Starfall has two primary sections, which separate after reentry: a top plate for payload storage and attitude control components, and a carbon fiber heat shield that stores compressed gas to power attitude control maneuvers needed for precise reentries and landings, heat shield jettison and parachute deployment, according to SpaceX’s FAA filing.
SpaceX plans to launch Starfall on suborbital missions, in addition to the longer-term stretches it will be able to spend in LEO. The capsule lacks a propulsion system and is incapable of deorbiting itself. The FAA document is unclear about how this will be accomplished, but it’s likely that this launch will use Falcon 9’s second stage to bring the demo capsule back to Earth.

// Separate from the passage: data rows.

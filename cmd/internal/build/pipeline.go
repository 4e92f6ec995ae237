package build

import (
	"fmt"
	"slices"
	"strconv"
	"time"

	"epure/cmd/internal/host"
	"epure/eval"
	"epure/eval/scene"
	"epure/lang/check"
	"epure/lang/diag"
	"epure/lang/quantity"
	"epure/lang/source"
	"epure/lang/syntax"
	"epure/render/compose"
	"epure/render/drawing"
	"epure/render/pdf"
	"epure/render/png"
	"epure/render/svg"
)

// Extension ends the names of source files.
const Extension = ".epure"

// Job says how far a unit goes.
type Job struct {
	All     bool     // work out every statement
	Names   []string // work out these things
	Compose bool     // lay the output blocks out
	Formats []string // and write them so
}

// Sheet is one drawing of a unit.
type Sheet struct {
	Name string
	At   source.Span // the block
	*drawing.Sheet
}

// front is what the language makes of a file.
type front struct {
	model  *check.Model
	values map[string]quantity.Value
}

// parse is the first half of the pipeline: text to checked model.
func (u *Unit) parse() {
	tree := syntax.Parse(u.File, &u.Bag)
	u.front.model = check.Check(tree, &u.Bag)
	for _, s := range u.front.model.Symbols {
		if s.Given != nil {
			u.Givens = append(u.Givens, Given{Name: s.Name, Kind: s.Kind})
		}
	}
}

// Set sets a given of the file; found is false when it has none of this name.
func (u *Unit) Set(s Setting) (found bool, err error) {
	for _, g := range u.Givens {
		if g.Name != s.Name {
			continue
		}
		v, err := s.For(g)
		if err != nil {
			return true, err
		}
		if u.front.values == nil {
			u.front.values = map[string]quantity.Value{}
		}
		u.front.values[s.Name] = v
		return true, nil
	}
	return false, nil
}

// Names returns the names of the file's statements, those inside blocks left out.
func (u *Unit) Names() []string {
	var out []string
	if u.front.model == nil {
		return nil
	}
	for _, s := range u.front.model.Symbols {
		if s.Parent == nil && s.Name != "" {
			out = append(out, s.Name)
		}
	}
	return out
}

// Run is the second half of the pipeline: checked model to scene, sheets and
// artefacts. A unit with errors has no artefacts.
func (u *Unit) Run(job Job, h *host.Host) {
	if u.front.model == nil {
		return
	}
	u.guard(func() {
		in := eval.Input{Givens: u.front.values, All: job.All, Names: job.Names, Blocks: job.Compose}
		u.Scenes = append(u.Scenes, eval.Evaluate(u.front.model, in, &u.Bag))
	})
	if job.Compose && !u.Failed() {
		u.guard(u.compose)
	}
	if !u.Failed() {
		u.guard(func() { u.write(job.Formats, date(h)) })
	}
}

// compose lays out the blocks of all scenes.
func (u *Unit) compose() {
	for _, sc := range u.Scenes {
		for _, b := range sc.Blocks {
			u.sheet(sc, b)
		}
	}
	Namesakes(u)
}

func (u *Unit) sheet(sc *scene.Scene, b *scene.Block) {
	sheet, problems := compose.Compose(sc, b)
	for _, p := range problems {
		u.Bag.Add(diag.New(diag.Code(p.Code), p.Span, p.Text).Because(p.Reason))
	}
	if sheet == nil {
		return
	}
	u.Sheets = append(u.Sheets, Sheet{Name: sheet.Name, At: b.Span, Sheet: sheet})
}

// writer is one output format.
type writer struct {
	format, mediaType string
	write             func(drawing.Sheet) ([]byte, error)
}

func writers() []writer {
	return []writer{
		{"svg", "image/svg+xml", func(s drawing.Sheet) ([]byte, error) { return svg.Write(s, svg.Options{}) }},
		{"pdf", "application/pdf", pdf.Write},
		{"png", "image/png", func(s drawing.Sheet) ([]byte, error) { return png.Write(s, dotsPerInch) }},
	}
}

// dotsPerInch is the resolution of images: at 200, the narrowest line of a drawing
// (0.18 mm, ISO 128-2) is a dot and a half wide and its lettering (1.8 mm capitals)
// fourteen dots high, which a screen shows and a printer for notes can print.
const dotsPerInch = 200

// Formats returns the output formats, in the order in which they are written.
func Formats() []string {
	var out []string
	for _, w := range writers() {
		out = append(out, w.format)
	}
	return out
}

// write makes the artefacts: for each sheet its formats. A writer refuses only
// what no sheet should hold, so its error is a fault.
func (u *Unit) write(formats []string, date string) {
	for _, s := range u.Sheets {
		page := *s.Sheet
		if page.Date == "" {
			page.Date = date
		}
		for _, w := range writers() {
			if !slices.Contains(formats, w.format) {
				continue
			}
			bytes, err := w.write(page)
			if err != nil {
				panic(fmt.Sprintf("drawing %s: %v", s.Name, err))
			}
			u.Artefacts = append(u.Artefacts, Artefact{Name: s.Name + "." + w.format, MediaType: w.mediaType, Bytes: bytes})
		}
	}
}

// date returns the day of SOURCE_DATE_EPOCH, which is the only date that does not
// come from a source file, or "" when it is not set.
func date(h *host.Host) string {
	seconds, err := strconv.ParseInt(h.Getenv("SOURCE_DATE_EPOCH"), 10, 64)
	if err != nil {
		return ""
	}
	return time.Unix(seconds, 0).UTC().Format(time.DateOnly)
}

In the event that Starfall experiences some sort of issue in space or during reentry, SpaceX has designed the spacecraft for safe expendability. “Capsules use nonhazardous inert cold gas (nitrogen) for attitude control and contain no liquid propellants or hazardous substances. All pressurized systems would be vented prior to splashdown, therefore, no propellants would be released into the ocean,” the company says in the FAA document.
SpaceX has not yet specified how long it plans to keep the test Starfall vehicle in orbit on this debut mission. When it returns, SpaceX is targeting an area in the Pacific Ocean for splashdown, about 700 nautical miles (1,300 km) off the United States West Coast.
On the opposite side of the U.S., the Falcon 9 rocket launching the Starfall demo mission will head for a return in the Atlantic Ocean. This will be the 29th flight for this particular booster, tail number 1078, whose previous experience includes NASA’s Crew-6 launch to the International Space Station, a Space Force mission and 23 Starlink launches, among others. Following stage separation, about 2.5 minutes after liftoff, Booster 1078 will fine-tune its trajectory for a landing burn and touchdown on the SpaceX autonomous droneship “A Shortfall of Gravitas” downrange in the Atlantic.
Should Tuesday’s launch be delayed for any reason, SpaceX has outlined a backup opportunity on June 24, with a launch window opening at the same time.